Top of DATA SHOWN
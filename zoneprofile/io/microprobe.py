"""Reading a table of spot analyses (microprobe or LA-ICP-MS) into canonical columns.

No chemistry here: the reader finds the header below any title lines, skips a
unit row, maps column names to canonical oxides / trace elements / stage
coordinates / labels, parses every cell into number, censored or missing,
and refuses what cannot be read with the file, row, column and text named.
"""

from __future__ import annotations

import math
import re
from dataclasses import dataclass, field
from pathlib import Path

import numpy as np
import pandas as pd

from zoneprofile._validation import InputError
from zoneprofile.io.cells import parse_cell
from zoneprofile.io.columns import UNIT_TOKENS, Column, classify_header, header_score
from zoneprofile.io.tables import frame_below_header, header_cells, read_raw_table
from zoneprofile.minerals.atomic import OXIDES

__all__ = ["Analyses", "read_analyses"]

_SUMMARY_LABELS = {
    "average", "mean", "avg", "avg.", "stdev", "std dev", "std. dev.", "st.dev.", "sd", "s.d.", "minimum",
    "maximum", "min", "max", "median", "std", "1 sigma", "2 sigma", "sum", "total", "count", "n",
}
#: A plain non-negative decimal number (the fast path of cell parsing; anything
#: else goes through :func:`parse_cell`, which gives the same value for these).
_PLAIN_NUMBER = re.compile(r"\d+(\.\d*)?\Z").match
MAX_OXIDE_WT = 100.0
MAX_PPM = 1.0e6
MAX_COORD = 1.0e7


@dataclass
class Analyses:
    """Spot analyses read from one table, before any chemistry.

    ``data`` holds ``_row`` (line/spreadsheet row), ``point`` (label), optional
    ``comment``/``sample``/``crystal``, oxide wt% (NaN where censored or
    missing), ``<El>_ppm`` (NaN where censored or missing), ``x``/``y``/
    ``distance`` in the file's units and ``total_reported``. ``state`` maps each
    oxide and trace column to an array of ``number``/``censored``/``missing``;
    ``limit`` to the detection limits given in censored cells (NaN if none);
    ``detection_limit`` to the limits of detection-limit columns, converted to
    oxide wt% (element wt% x M(oxide)/(n M(element)), REFERENCES §2).
    """

    data: pd.DataFrame
    state: dict[str, np.ndarray]
    limit: dict[str, np.ndarray]
    text: dict[str, np.ndarray]
    columns: dict[str, str]  # canonical name -> name in the file
    units: dict[str, str | None]
    path: Path
    header_row: int
    sheet: str | None = None
    delimiter: str | None = None
    decimal_comma: bool = False
    ignored: list[str] = field(default_factory=list)
    notes: list[str] = field(default_factory=list)
    detection_limit: dict[str, np.ndarray] = field(default_factory=dict)  # oxide -> limit in oxide wt%

    @property
    def oxides(self) -> list[str]:
        return [o for o in OXIDES if o in self.data.columns]

    @property
    def traces(self) -> list[str]:
        return [c for c in self.data.columns if c.endswith("_ppm")]


def _find_header(table) -> int:
    best = None
    for i, row in enumerate(table.rows):
        score = header_score(row)
        if score >= 2:
            return i
        if score == 1 and best is None:
            best = i
    if best is not None:
        return best
    where = f" in sheet '{table.sheet}'" if table.sheet else ""
    message = (
        f"no header row with oxide columns found{where}; expected a row naming oxides such as "
        "SiO2, Al2O3, CaO, Na2O (check the file and --sheet)"
    )
    raise InputError(message, path=table.path)


def _unit_of(cell: str) -> str | None:
    s = cell.strip().lower().strip("()[]{} ").replace(" ", "")
    return UNIT_TOKENS.get(s)


def _is_unit_row(cells: list[str]) -> bool:
    filled = [c for c in cells if c.strip()]
    return bool(filled) and all(_unit_of(c) is not None or parse_cell(c).state == "bad" for c in filled) and any(
        _unit_of(c) is not None for c in filled
    )


def _canonical_names(cols: list[Column], path: Path, header_row: int) -> dict[int, str]:
    """Output name of each used column; duplicates refused, isotopes kept apart."""
    names: dict[int, str] = {}
    taken: dict[str, tuple[str, int]] = {}
    singles = {"x": "x", "y": "y", "distance": "distance", "total": "total_reported"}
    for j, c in enumerate(cols):
        if c.kind == "oxide":
            out = c.canonical
        elif c.kind in singles:
            out = singles[c.kind]
        elif c.kind == "trace":
            out = f"{c.canonical}_ppm"
            if out in taken and c.mass is not None:
                out = f"{c.canonical}{c.mass}_ppm"
        elif c.kind in ("point", "comment", "sample", "crystal"):
            out = c.kind
            if out in taken:
                continue  # a second label-like column is not needed
        else:
            continue
        if out in taken:
            first_name, first_j = taken[out]
            message = (
                f"columns '{first_name}' (column {first_j + 1}) and '{c.name}' (column {j + 1}) both give {out}; "
                "remove or rename one (duplicate columns)"
            )
            raise InputError(message, path=path, row=header_row, column=c.name)
        taken[out] = (c.name, j)
        names[j] = out
    return names
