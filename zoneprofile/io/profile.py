"""Reading a composition profile: a ``recalc`` output or any table with ``distance_um``.

A profile table has one row per point, a ``distance_um`` column measured from the
rim (0 at the rim, increasing toward the core) and value columns such as ``An``,
``Fo``, ``Mg_ppm``. Optional columns: ``point`` (label), ``qc`` (``ok`` or the
reasons a point was flagged), ``<column>_sd`` (per-point 1-sigma precision).
"""

from __future__ import annotations

import csv
import io
from pathlib import Path

import numpy as np
import pandas as pd

from zoneprofile._limits import LIMITS
from zoneprofile._validation import InputError, require_file
from zoneprofile.io.cells import parse_number

__all__ = ["read_profile", "read_text_table"]

_ENCODINGS = ("utf-8-sig", "cp1252", "latin-1")


def _decode(path: Path) -> str:
    raw = path.read_bytes()
    if b"\x00" in raw[:4096]:
        message = "looks like a binary file, expected a text table (CSV/TSV) or .xlsx"
        raise InputError(message, path=path)
    for enc in _ENCODINGS:
        try:
            return raw.decode(enc)
        except UnicodeDecodeError:
            continue
    message = "cannot decode the file as text"  # pragma: no cover - latin-1 decodes anything
    raise InputError(message, path=path)


def _sniff_delimiter(lines: list[str]) -> str:
    sample = [ln for ln in lines if ln.strip()][:20]
    best, best_score = ",", -1
    for delim in ("\t", ";", ","):
        counts = [ln.count(delim) for ln in sample]
        if not counts or max(counts) == 0:
            continue
        # a delimiter that splits most lines into the same number of fields wins
        common = max(set(counts), key=counts.count)
        score = counts.count(common) * 100 + common
        if common > 0 and score > best_score:
            best, best_score = delim, score
    return best


def read_text_table(path, *, header_contains=None) -> tuple[pd.DataFrame, int]:
    """Read a delimited text table (or an .xlsx sheet) as strings.

    Parameters
    ----------
    path : path-like
        CSV, TSV, semicolon-separated (decimal commas allowed with ``;`` or
        tabs), whitespace-aligned text, UTF-8 or UTF-16, or .xlsx.
    header_contains : iterable of str, optional
        Lower-case names, one of which must appear in the header row; lines above
        it (titles) are skipped. Default: the first non-empty line is the header.

    Returns
    -------
    frame : DataFrame of str
        Cells as stripped strings ('' for blank); a ``_row`` column holds each
        row's 1-based line number in the file.
    header_line : int
        1-based line number of the header.

    Raises
    ------
    InputError
        As :func:`zoneprofile.io.tables.read_raw_table`; also a data row with
        more cells than the header and an unclosed quote, naming the row.
    """
    from zoneprofile.io import tables

    p = require_file(path)
    wanted = None if header_contains is None else {str(w).strip().lower() for w in header_contains}

    def is_header(row):
        cells = {c.strip().lower() for c in row if c.strip()}
        if not cells:
            return 0
        return 1 if wanted is None else len(wanted & cells)

    return tables._sheet_frame(p, None, is_header, wanted)


def _read_any(path: Path, sheet, header_contains) -> pd.DataFrame:
    from zoneprofile.io import tables

    return tables.read_sheet_as_text(path, sheet=sheet, header_contains=header_contains)


def _to_float(frame: pd.DataFrame, column: str, path: Path, *, allow_blank: bool,
              censored: np.ndarray | None = None) -> np.ndarray:
    """Numbers of one column; with ``censored`` (a bool array), below-detection
    marks (``<0.01``, ``bdl``, ``n.d.``, ... as :func:`zoneprofile.io.cells.parse_cell`
    reads them) become NaN and are marked True there instead of stopping the read."""
    out = np.empty(len(frame))
    for k, (cell, row) in enumerate(zip(frame[column], frame["_row"])):
        s = "" if cell is None else str(cell).strip()
        if s == "" or s.lower() == "nan":
            if allow_blank:
                out[k] = np.nan
                continue
            raise InputError("empty cell where a number is needed", path=path, row=int(row), column=column)
        x = parse_number(s)
        if x is None and censored is not None:
            from zoneprofile.io.cells import parse_cell

            if parse_cell(s).state == "censored":
                out[k] = np.nan
                censored[k] = True
                continue
        if x is None:
            raise InputError("not a number", path=path, row=int(row), column=column, text=s)
        if not np.isfinite(x) or abs(x) > 1e12:
            raise InputError("not a finite, plausible number", path=path, row=int(row), column=column, text=s)
        out[k] = x
    return out


def read_profile(
    path,
    *,
    columns=("An",),
    optional=(),
    include_flagged: bool = False,
    sheet=None,
    allow_blank=(),
    allow_censored=(),
) -> pd.DataFrame:
    """Read a profile table and check it.

    Parameters
    ----------
    path : path-like
        CSV/TSV/semicolon text or .xlsx with a ``distance_um`` column.
    columns : sequence of str
        Value columns that must be present and numeric in every kept row.
    optional : sequence of str
        Value columns read when present (numeric, blanks become NaN). A
        ``<col>_sd`` is not read where its ``allow_blank``/``allow_censored``
        value ``<col>`` is blank or below detection, another optional column
        not where every such value of the row is (the caller leaves those
        values out).
    include_flagged : bool
        Keep points whose ``qc`` is not ``ok`` (default: leave them out).
    allow_blank : sequence of str
        Required columns in which blank cells are allowed (become NaN).
    allow_censored : sequence of str
        Required columns in which below-detection marks (``<0.01``, ``bdl``,
        ``b.d.l.``, ``n.d.``, ``<LOD``) are allowed: they become NaN and a bool
        column ``<col>_censored`` marks them, so the caller can count them.

    Returns
    -------
    DataFrame
        ``distance_um``, the value columns as float, ``point`` and ``qc`` as
        text and ``_row`` (line number in the file), sorted as in the file.

    Raises
    ------
    InputError
        Missing file or column, a non-numeric cell (row, column and text named),
        unsorted or duplicated distances, fewer than two points.
    """
    p = require_file(path, what="profile table")
    frame = _read_any(p, sheet, header_contains=("distance_um",))
    names = {c.strip(): c for c in frame.columns}
    if "distance_um" not in names:
        message = "no 'distance_um' column; give a recalc output or a table with distance from the rim in µm"
        raise InputError(message, path=p)
    for col in columns:
        if col not in names:
            have = ", ".join(c for c in frame.columns if c != "_row")
            message = f"no '{col}' column (columns present: {have})"
            raise InputError(message, path=p)
    if "qc" in names and not include_flagged:
        keep = frame[names["qc"]].astype(str).str.strip().str.lower().isin(["ok", ""])
        frame = frame[keep.to_numpy()].reset_index(drop=True)
    if len(frame) == 0:
        message = "no usable points (all rows empty or flagged by QC)"
        raise InputError(message, path=p)
    out = pd.DataFrame({"_row": frame["_row"].astype(int).to_numpy()})
    out["distance_um"] = _to_float(frame, names["distance_um"], p, allow_blank=False)
    for col in columns:
        mask = np.zeros(len(frame), bool) if col in allow_censored else None
        out[col] = _to_float(frame, names[col], p, allow_blank=col in allow_blank, censored=mask)
        if mask is not None:
            out[f"{col}_censored"] = mask
    # a value below detection or blank is left out by the caller, so the cells that only serve it are not
    # read: its own "<value>_sd" where the value is missing, any other optional cell (An) where every such
    # value of the row is missing ("<0.01" beside "bdl" must not stop the table)
    missing = {col: ~np.isfinite(out[col].to_numpy(float))
               for col in dict.fromkeys([*allow_censored, *allow_blank]) if col in out}
    row_unused = np.logical_and.reduce(list(missing.values())) if missing else np.zeros(len(frame), bool)
    for col in optional:
        if col in names and col not in out:
            serves = col[:-3] if col.endswith("_sd") else None
            skip = missing[serves] if serves in missing else row_unused
            values = np.full(len(frame), np.nan)
            kept = ~skip
            if kept.any():
                values[kept] = _to_float(frame[kept], names[col], p, allow_blank=True)
            out[col] = values
    out["point"] = frame[names["point"]].astype(str).to_numpy() if "point" in names else [
        str(r) for r in out["_row"]
    ]
    out["qc"] = frame[names["qc"]].astype(str).to_numpy() if "qc" in names else "ok"
    d = out["distance_um"].to_numpy()
    far = np.flatnonzero(np.abs(d) > LIMITS["distance_um"].high)
    if far.size:
        k = int(far[0])
        message = (
            f"distance {d[k]:g} µm is beyond {LIMITS['distance_um'].high:g} µm (10 cm), longer than any crystal "
            "traverse; check the units of the column (µm expected)"
        )
        raise InputError(message, path=p, row=int(out["_row"][k]), column="distance_um")
    if len(d) and d[0] < 0:
        message = (
            f"distance_um is measured from the rim (0) toward the core, but the first point is at {d[0]:g} µm; "
            f"re-zero the column (subtract {d[0]:g}) or give the recalc output"
        )
        raise InputError(message, path=p, row=int(out["_row"][0]), column="distance_um")
    if len(d) >= 2:
        diffs = np.diff(d)
        if np.any(diffs == 0):
            k = int(np.flatnonzero(diffs == 0)[0]) + 1
            message = f"duplicated distance {d[k]:g} µm; each point needs its own position"
            raise InputError(message, path=p, row=int(out["_row"][k]), column="distance_um")
        if np.any(diffs < 0):
            k = int(np.flatnonzero(diffs < 0)[0]) + 1
            message = (
                f"distances must increase from the rim down the table; {d[k]:g} µm follows {d[k - 1]:g} µm "
                "(sort the table or use 'zoneprofile recalc' to put the rim first)"
            )
            raise InputError(message, path=p, row=int(out["_row"][k]), column="distance_um")
    return out
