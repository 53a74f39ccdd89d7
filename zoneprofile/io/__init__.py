"""Reading tables into canonical forms (no chemistry here)."""

from zoneprofile.io.profile import read_profile, read_text_table

__all__ = ["read_profile", "read_text_table"]
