def frame_below_header(table: RawTable, header_index: int, *, dedupe: bool = False) -> pd.DataFrame:
    """Rows below ``table.rows[header_index]`` as a DataFrame of str with ``_row``.

    Blank rows are skipped; short rows are padded with ''. Duplicate column
    names raise :class:`InputError` naming the header row, unless ``dedupe``
    (the caller has checked the columns it uses), which renames later
    copies ``name#2``, ``name#3``. Columns keep the header's order.
    """
    header = header_cells(table, header_index)
    seen: dict[str, int] = {}
    for j, name in enumerate(header):
        if name and name in seen:
            if dedupe:
                k = 2
                while f"{name}#{k}" in seen:
                    k += 1
                header[j] = f"{name}#{k}"
                seen[header[j]] = j
                continue
            message = f"duplicate column '{name}' (columns {seen[name] + 1} and {j + 1}); rename or remove one"
            raise InputError(message, path=table.path, row=table.lines[header_index], column=name)
        seen[name] = j
    header = [name if name else f"_blank{j + 1}" for j, name in enumerate(header)]
    records, rows = [], []
    for i in range(header_index + 1, len(table.rows)):
        row = table.rows[i]
        if not any(c.strip() for c in row):
            continue
        if len(row) > len(header) and any(c.strip() for c in row[len(header):]):
            _refuse_extra_cells(table, i, row, len(header))
        longest = max(map(len, row))
        if longest > MAX_CELL_CHARS:
            _refuse_long_cell(table.path, table.lines[i], longest)
        cells = [c.strip() for c in row] + [""] * max(0, len(header) - len(row))
        records.append(cells[: len(header)])
        rows.append(table.lines[i])
    frame = pd.DataFrame(records, columns=header, dtype=object) if records else pd.DataFrame(columns=header, dtype=object)
    frame["_row"] = rows
    return frame


def _refuse_extra_cells(table: RawTable, i: int, row: list[str], width: int) -> None:
    """A data row wider than the header: its last cells would be dropped and the
    others may have shifted (a decimal comma in a comma-separated file turns
    '52,2' into two cells). Never guessed: the row is named."""
    filled = len(row)
    while filled > width and not row[filled - 1].strip():
        filled -= 1
    message = f"row has {filled} cells but the header has {width}; cells beyond the header would be lost"
    if table.delimiter == ",":
        message += (
            " (likely cause: decimal commas in a comma-separated file, '52,2' read as two cells; "
            "save it with ';' as separator or with decimal points)"
        )
    else:
        message += " (a column without a name in the header?)"
    extra = next(c for c in row[width:] if c.strip())
    raise InputError(message, path=table.path, row=table.lines[i], text=extra)


def read_sheet_as_text(path, *, sheet=None, header_contains=None) -> pd.DataFrame:
    """Read an .xlsx sheet (or a text table) as a DataFrame of stripped strings.

    Parameters
    ----------
    path : path-like
        Workbook (``.xlsx``) or text table.
    sheet : str, optional
        Sheet name; default the first sheet whose rows include a header.
    header_contains : iterable of str, optional
        Lower-case names, one of which must appear in the header row; rows
        above it (titles) are skipped. Default: the first non-empty row.

    Returns
    -------
    DataFrame of str
        One column per header cell ('' for blank cells) and ``_row``, the
        1-based spreadsheet row of each record.
    """
    wanted = None if header_contains is None else {str(w).strip().lower() for w in header_contains}

    def is_header(row):
        cells = {c.strip().lower() for c in row if c.strip()}
        if not cells:
            return 0
        return 1 if wanted is None else len(wanted & cells)

    return _sheet_frame(path, sheet, is_header, wanted)[0]


def _sheet_frame(path, sheet, is_header, wanted) -> tuple[pd.DataFrame, int]:
    table = read_raw_table(path, sheet=sheet, is_header=is_header)
    for i, row in enumerate(table.rows):
        if is_header(row) > 0:
            return frame_below_header(table, i), table.lines[i]
    need = ", ".join(sorted(wanted)) if wanted else "a header"
    where = f" in sheet '{table.sheet}'" if table.sheet else ""
    message = f"no header row found{where}; expected a row naming {need}"
    raise InputError(message, path=table.path)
Bottom of DATA SHOWN
* [ABOUT THIS EXERCISE] Work out how many lines in the data hold the word "Required"; reply with the number alone.

* [EXPECTED OUTPUT] 2